In Shinto belief, deer are divine messengers — 神の使い (kami no tsukai) — associated with the god Takemikazuchi, who traveled to Nara on a white deer. The deer of Miyajima are regarded in the same light: not pets, not attractions, but presences. They will take food from your hand if you offer it, but this is not encouraged. They have grazed the island's undergrowth for long enough that the trees at deer height have a characteristic pruned line.
What is unusual about the deer is not their number or their calm but the quality of the coexistence. The boundary between human activity and animal presence is simply not enforced. A deer stands in the queue for the ferry. Another sleeps at the base of a stone lantern. A fawn investigates a bicycle. The island contains them all without comment, and after a while, you stop finding it remarkable.
Misen and the fire
In 806 CE, a monk named Kūkai — later known as Kōbō Daishi, the same monk who would found the monastery at Koya-san a decade later — came to Miyajima to practice. He spent one hundred days in retreat on the mountain at the island's centre. Before leaving, he lit a fire at the summit temple of Daishō-in. That fire is said to have burned without interruption since.
The mountain is called Misen. It rises to 535 metres at the island's centre, its upper slopes accessible by ropeway or a hiking trail through dense forest. The summit is marked by several small temple structures; the one that holds Kūkai's eternal flame is the Reikadō — the Hall of the Eternal Fire. The same flame, it is said, that was used to light the flame of peace at the Hiroshima Peace Memorial Park, nine kilometres across the water.
There is a Japanese concept, 縁 (en) — the threads of connection that tie one thing to another across time and distance. The monk who lit the fire on this mountain also founded the mountaintop monastery at Koya-san. The same fire connects Miyajima and Hiroshima. The island sits nine kilometres across the bay from the place where, in 1945, the longest unbroken ritual sequence in recorded history was nearly interrupted — and was not.
The color
Vermilion — 朱 (shu) — is not merely the color of the shrine. It is a statement about what the shrine is. In Japan, the specific red-orange of lacquered wood at a Shinto site marks the boundary between the human world and the sacred one. Where vermilion begins, you have crossed into a different category of place.

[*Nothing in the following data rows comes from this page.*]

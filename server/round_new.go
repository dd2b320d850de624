package server

import (
	"cmp"
	"net/http"
	"slices"
	"strconv"
	"strings"

	"github.com/labstack/echo/v4"

	"tripwell/forms"
	"tripwell/store"
	"tripwell/store/record"
)

// roundHours is how long a round may be where nobody says: a crew's day with the way there.
const roundHours = 6

// visitPage is a visit of a site on a day: what waits there, and the rounds that clear it.
type visitPage struct {
	Frame
	Crumbs                      []link
	Heading, Under              string
	Day, Until, Hours, DayError string
	Sites, Tasks, Buildings     []option
	Floors                      []option
	Ready                       bool // a site is chosen
	Facts                       []string
	Rounds                      []visitRound
	Defects                     []decision
	Left                        string // how many more defects there are
	Tell                        []string
	Action, Submit              string
	Hidden                      []hidden
	Fields                      []field
	None                        string
	Wrong                       []link
	Pace                        string
}

// visitRound is a round as it is offered.
type visitRound struct {
	Name, Under, Stops, Minutes, N string
	Make                           bool
	Who                            []option
	Groups                         []stopGroup
}

// visitAsk reads what a visit is asked for.
func (s *Server) visitAsk(c echo.Context, view *visitPage, site store.Site) store.VisitAsk {
	k := s.ink()
	today := s.today(site)
	ask := store.VisitAsk{Site: site.ID, Day: today, Until: forms.NoDay, Task: c.QueryParam("task"), Building: c.QueryParam("building"), Floor: c.QueryParam("floor")}
	if !slices.Contains(forms.Tasks(), ask.Task) {
		ask.Task = ""
	}
	for _, q := range []struct {
		name string
		day  *forms.Day
	}{{"day", &ask.Day}, {"until", &ask.Until}} {
		typed := strings.TrimSpace(c.QueryParam(q.name))
		if d, err := forms.ParseDay(typed); err == nil {
			*q.day = d
		} else if typed != "" {
			view.DayError = k.say("office.dates.bad_day")
		}
	}
	if ask.Until == forms.NoDay {
		ask.Until = monthEnd(ask.Day)
	}
	hours, err := strconv.ParseFloat(strings.Replace(c.QueryParam("hours"), ",", ".", 1), 64)
	if err != nil || hours < 0.25 || hours > 24 {
		hours = roundHours
	}
	ask.Most = 60 * hours
	view.Day, view.Until, view.Hours = ask.Day.String(), ask.Until.String(), strconv.FormatFloat(hours, 'f', -1, 64)
	return ask
}

func monthEnd(d forms.Day) forms.Day {
	y, m, _ := d.Time().Date()
	return forms.Date(y, m+1, 1) - 1
}

func (s *Server) roundNew(c echo.Context) error {
	f, err := s.blankForm(nil)
	if err != nil {
		return err
	}
	return s.visitBack(c, f)
}

// visitBack sends the page of a visit: as new, or with what was typed and what is wrong with it.
func (s *Server) visitBack(c echo.Context, f *typedForm) error {
	k := s.ink()
	view := visitPage{Frame: s.frame(c, k.say("office.visit.title"), "rounds"), Crumbs: []link{{Href: "/rounds", Text: k.say("office.round.title")}}}
	err := s.store.View(scope(c), func(v *store.View) error { return s.buildVisit(c, v, f, &view) })
	if err != nil {
		return err
	}
	status := http.StatusOK
	if !f.ok() {
		status = http.StatusUnprocessableEntity
	}
	p := formPage{Groups: []fieldGroup{{Fields: view.Fields}}}
	f.fill(&p)
	view.Fields, view.Wrong = p.Groups[0].Fields, p.Wrong
	view.Hidden = append(view.Hidden, hidden{recordField, f.Get(recordField)})
	return s.page(c, status, "visit.html", view)
}

func (s *Server) buildVisit(c echo.Context, v *store.View, f *typedForm, view *visitPage) error {
	k := s.ink()
	sites, err := v.Sites()
	if err != nil {
		return err
	}
	chosen := store.Site{}
	view.Sites = choices("", "", k.say("office.visit.choose"))
	for _, site := range sites {
		is := len(sites) == 1 || c.QueryParam("site") == site.ID || strings.EqualFold(c.QueryParam("site"), site.Code)
		if is {
			chosen = site
		}
		view.Sites = append(view.Sites, option{site.ID, site.Name, is})
	}
	view.Heading, view.Under = k.say("office.visit.heading"), k.say("office.visit.lead")
	ask := s.visitAsk(c, view, chosen)
	view.Tasks = choices(ask.Task, "", k.say("office.dates.all_tests"))
	for _, task := range forms.Tasks() {
		view.Tasks = append(view.Tasks, option{task, k.named("task", task), task == ask.Task})
	}
	if chosen.ID == "" {
		return nil
	}
	visit, err := v.Visit(ask)
	if err != nil {
		return err
	}
	view.Ready = true
	view.Buildings = namesOf(ask.Building, k.say("office.visit.all_buildings"), visit.Buildings)
	view.Floors = namesOf(ask.Floor, k.say("office.visit.all_floors"), visit.Floors)
	return s.fillVisit(c, v, f, ask, visit, view)
}

func namesOf(chosen, all string, names []string) []option {
	out := choices(chosen, "", all)
	for _, name := range names {
		out = append(out, option{name, name, name == chosen})
	}
	return out
}

// fillVisit says what waits, then offers the rounds.
func (s *Server) fillVisit(c echo.Context, v *store.View, f *typedForm, ask store.VisitAsk, visit store.Visit, view *visitPage) error {
	k, today := s.ink(), s.today(visit.Site)
	view.Heading = k.say("office.visit.fact", "site", visit.Site.Name, "day", k.longDay(ask.Day), "tests", k.say("office.visit.tests", "n", len(visit.Stops)))
	view.Under = k.say("office.visit.under", "rounds", k.say("office.visit.rounds", "n", len(visit.Starts)), "hours", cmp.Or(k.minutes(int(visit.Minutes+0.5)), k.say("office.round.min", "n", 0)))
	say := func(key string, n int, more ...any) {
		if n > 0 {
			view.Facts = append(view.Facts, k.say("office.visit."+key, append([]any{"n", n}, more...)...))
		}
	}
	say("overdue", visit.Overdue)
	say("failed", len(visit.Defects))
	say("on_rounds", visit.OnRounds)
	for _, i := range visit.Expired {
		view.Facts = append(view.Facts, k.say("office.visit.expired", "name", joined(i.Name, i.Serial), "day", k.near(i.CalibrationDue, today)))
	}
	missing := 0
	for _, g := range visit.Gaps {
		missing += int(g.To-g.From) + 1
	}
	say("gaps", missing)
	for i := range visit.Defects[:min(len(visit.Defects), decideShown)] {
		one, err := s.decisionOf(v, &visit.Defects[i], visit.Site)
		if err != nil {
			return err
		}
		one.Where = s.place(visit.Defects[i].Device.Place)
		view.Defects = append(view.Defects, one)
	}
	if len(visit.Defects) > decideShown {
		view.Left = k.say("office.overview.more_failed", "n", count(len(visit.Defects)))
	}
	view.Pace = s.paceLine(visit.Pace)
	view.None = k.say("office.visit.nothing", "day", k.day(ask.Until))
	if len(visit.Stops) == 0 {
		return nil
	}
	var tell telling
	for i, start := range visit.Starts {
		end := len(visit.Stops)
		if i+1 < len(visit.Starts) {
			end = visit.Starts[i+1]
		}
		one := s.visitRound(visit.Stops[start:end], i, len(visit.Starts), today)
		one.Make = !f.Has("stops."+one.N) || f.Get("make."+one.N) == "yes"
		for _, stop := range visit.Stops[start:end] {
			tell.add(stop.Device.Place)
		}
		if view.Change {
			var err error
			if one.Who, err = s.walkers(visit.Site.ID); err != nil {
				return err
			}
			for j := range one.Who {
				one.Who[j].Chosen = one.Who[j].Value == f.Get("who."+one.N)
			}
		}
		view.Rounds = append(view.Rounds, one)
	}
	view.Tell = tell.lines(k)
	s.visitForm(c, f, ask, view)
	return nil
}

// paceLine says where the minutes come from.
func (s *Server) paceLine(pace map[string]store.Pace) string {
	k := s.ink()
	var said []string
	for _, task := range forms.Tasks() {
		p := pace[task]
		key := "office.visit.pace_own"
		if p.From == 0 {
			key = "office.visit.pace_default"
		}
		said = append(said, k.say(key, "task", lowerFirst(k.named("task", task)), "min", limitFigure(float64(int(p.Minutes*10+0.5))/10), "n", p.From))
	}
	return k.say("office.visit.pace", "list", strings.Join(said, "; "))
}

func (s *Server) visitRound(stops []store.VisitStop, n, of int, today forms.Day) visitRound {
	k := s.ink()
	minutes, ids := 0.0, make([]string, len(stops))
	one := visitRound{Name: k.say("office.visit.one"), N: strconv.Itoa(n)}
	if of > 1 {
		one.Name = k.say("office.visit.round_n", "i", n+1, "of", of)
	}
	for i, stop := range stops {
		minutes += stop.Minutes
		ids[i] = stop.Device.ID + "/" + stop.Task
		row := stopRow{Href: "/devices/" + stop.Device.ID, Spot: s.spot(stop.Device), Tag: k.tag(stop.Device.Tag), Where: s.place(stop.Device.Place), Task: k.named("task", stop.Task),
			State: mark{"none", k.named("state", stop.State)}, Said: k.near(stop.Due, today)}
		if stop.State == "overdue" {
			row.State.Shape = "watch"
		}
		for _, also := range stop.Also {
			row.Task = k.say("office.visit.also", "task", row.Task, "also", lowerFirst(k.named("task", also)))
		}
		if g := len(one.Groups); g == 0 || one.Groups[g-1].Place != row.Where {
			one.Groups = append(one.Groups, stopGroup{Place: row.Where})
		}
		g := &one.Groups[len(one.Groups)-1]
		g.Rows = append(g.Rows, row)
	}
	one.Stops, one.Minutes = strings.Join(ids, " "), strconv.Itoa(int(minutes+0.5))
	one.Under = joined(k.say("office.visit.tests", "n", len(stops)), k.say("office.visit.about", "time", k.minutes(int(minutes+0.5))))
	return one
}

// walkers are the people a round at a site may be given to.
func (s *Server) walkers(site string) ([]option, error) {
	people, err := s.store.People()
	if err != nil {
		return nil, err
	}
	out := choices("", "", s.words.Say("office.round.anybody"))
	for _, p := range people {
		if p.Active && p.Role != "auditor" && p.Scope().May(site) {
			out = append(out, option{Value: p.ID, Text: p.Name})
		}
	}
	return out, nil
}

// visitForm is what is asked of the rounds before they are made.
func (s *Server) visitForm(c echo.Context, f *typedForm, ask store.VisitAsk, view *visitPage) {
	k := s.ink()
	if !view.Change {
		return
	}
	view.Action, view.Submit = "/rounds?"+c.QueryParams().Encode(), k.say("office.visit.make", "n", len(view.Rounds))
	view.Hidden = []hidden{{"site", ask.Site}, {"day", ask.Day.String()}, {"until", ask.Until.String()}}
	view.Fields = s.carryFields(f)
}

// carryFields ask what a round carries beside its list.
func (s *Server) carryFields(f *typedForm) []field {
	k := s.ink()
	return slices.Concat([]field{
		{Name: "starts", Label: k.say("office.round.field.starts"), Type: "time", Hint: k.say("office.round.starts_hint")},
	}, s.outsideTick(f), []field{
		{Name: "crew", Label: k.say("office.round.field.crew"), Type: "text", Hint: k.say("office.round.crew_hint")},
		{Name: "note", Label: k.say("office.round.field.note"), Type: "text-area", Wide: true, Hint: k.say("office.round.note_hint")},
	})
}

// roundMost is how many tests one round may carry: its record must stay well under its limit.
const roundMost = 900

// roundCreate makes the rounds a visit offered, as they were shown: what became due or was done meanwhile changes nothing.
func (s *Server) roundCreate(c echo.Context) error {
	f, err := s.typedForm(c)
	if err != nil {
		return err
	}
	base, site := f.id(recordField), f.Get("site")
	day, until, starts := f.date("day"), f.date("until"), f.clock("starts")
	crew, note := f.line("crew", 80), f.line("note", 500)
	var drafts []store.Draft
	err = s.store.View(scope(c), func(v *store.View) error {
		for n := 0; f.Has("stops." + strconv.Itoa(n)); n++ {
			number := strconv.Itoa(n)
			if f.Get("make."+number) != "yes" {
				continue
			}
			stops := strings.Fields(f.Get("stops." + number))
			if err := s.checkStops(v, site, stops); err != nil {
				return err
			}
			warning, err := s.outsideHours(v, site, starts, stops)
			if err != nil {
				return err
			}
			s.warnOfHours(f, warning)
			set := map[string]any{"stops": stops}
			for name, value := range map[string]string{"day": day.String(), "until": until.String(), "starts": starts, "crew": crew, "note": note} {
				if value != "" {
					set[name] = value
				}
			}
			if who := f.Get("who." + number); who != "" {
				set["people"] = []string{who}
			}
			if m, err := strconv.Atoi(f.Get("minutes." + number)); err == nil {
				set["minutes"] = m
			}
			id := record.NamedID(base, "round", number)
			drafts = append(drafts, store.Draft{ID: record.NamedID(base, "round.made", number), Kind: "round.made", Log: site, Subject: id, Body: map[string]any{"set": set}})
		}
		return nil
	})
	switch {
	case err != nil:
		return err
	case len(drafts) == 0:
		f.text = s.words.Say("office.visit.none_chosen")
	}
	if !f.ok() {
		return s.visitBack(c, f)
	}
	if err := s.append(c, drafts...); err != nil {
		return err
	}
	if len(drafts) == 1 {
		return toPage(c, "/rounds/"+drafts[0].Subject)
	}
	return toPage(c, "/rounds")
}

// checkStops holds the stops of a round to devices of the site.
func (s *Server) checkStops(v *store.View, site string, stops []string) error {
	if len(stops) == 0 || len(stops) > roundMost {
		return refuse(codeInvalid, "stops", s.words.Say("office.visit.too_many", "n", roundMost))
	}
	if _, err := v.Site(site); err != nil {
		return err
	}
	for _, stop := range stops {
		if !record.IsStop(stop) || !slices.Contains(forms.Tasks(), stop[37:]) {
			return refuse(codeInvalid, "stops", s.words.Say("office.form.broken"))
		}
		d, err := v.Device(stop[:36], forms.DayOf(s.store.Now()))
		if err != nil {
			return err
		}
		if d.Site != site {
			return refuse(codeInvalid, "stops", s.words.Say("office.form.broken"))
		}
	}
	return nil
}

At the shrine's entrance, the contrast is vivid: the dark water, the grey sand, the green forest, and then suddenly this very specific, insistent color. It does not age gracefully — vermilion lacquer fades and peels, and the shrine requires constant repainting. It is designed to remain that color, always. The effort of maintenance is part of the statement.
At dusk the statement becomes something else. The gate in the water catches the low angle of the sun; the vermilion intensifies, deepens, goes almost brown at the darkest edges while the crossbeams glow. The water around it turns from grey to rose to copper. The forest behind the shrine goes dark quickly. In the window between sunset and full dark — five minutes, perhaps ten — the entire scene acquires the quality that the Japanese call 幽玄 (yūgen): a beauty that is simultaneously there and not quite of this world, that you can feel more than describe, that will not survive being photographed. You put the camera away. You watch until the light is gone.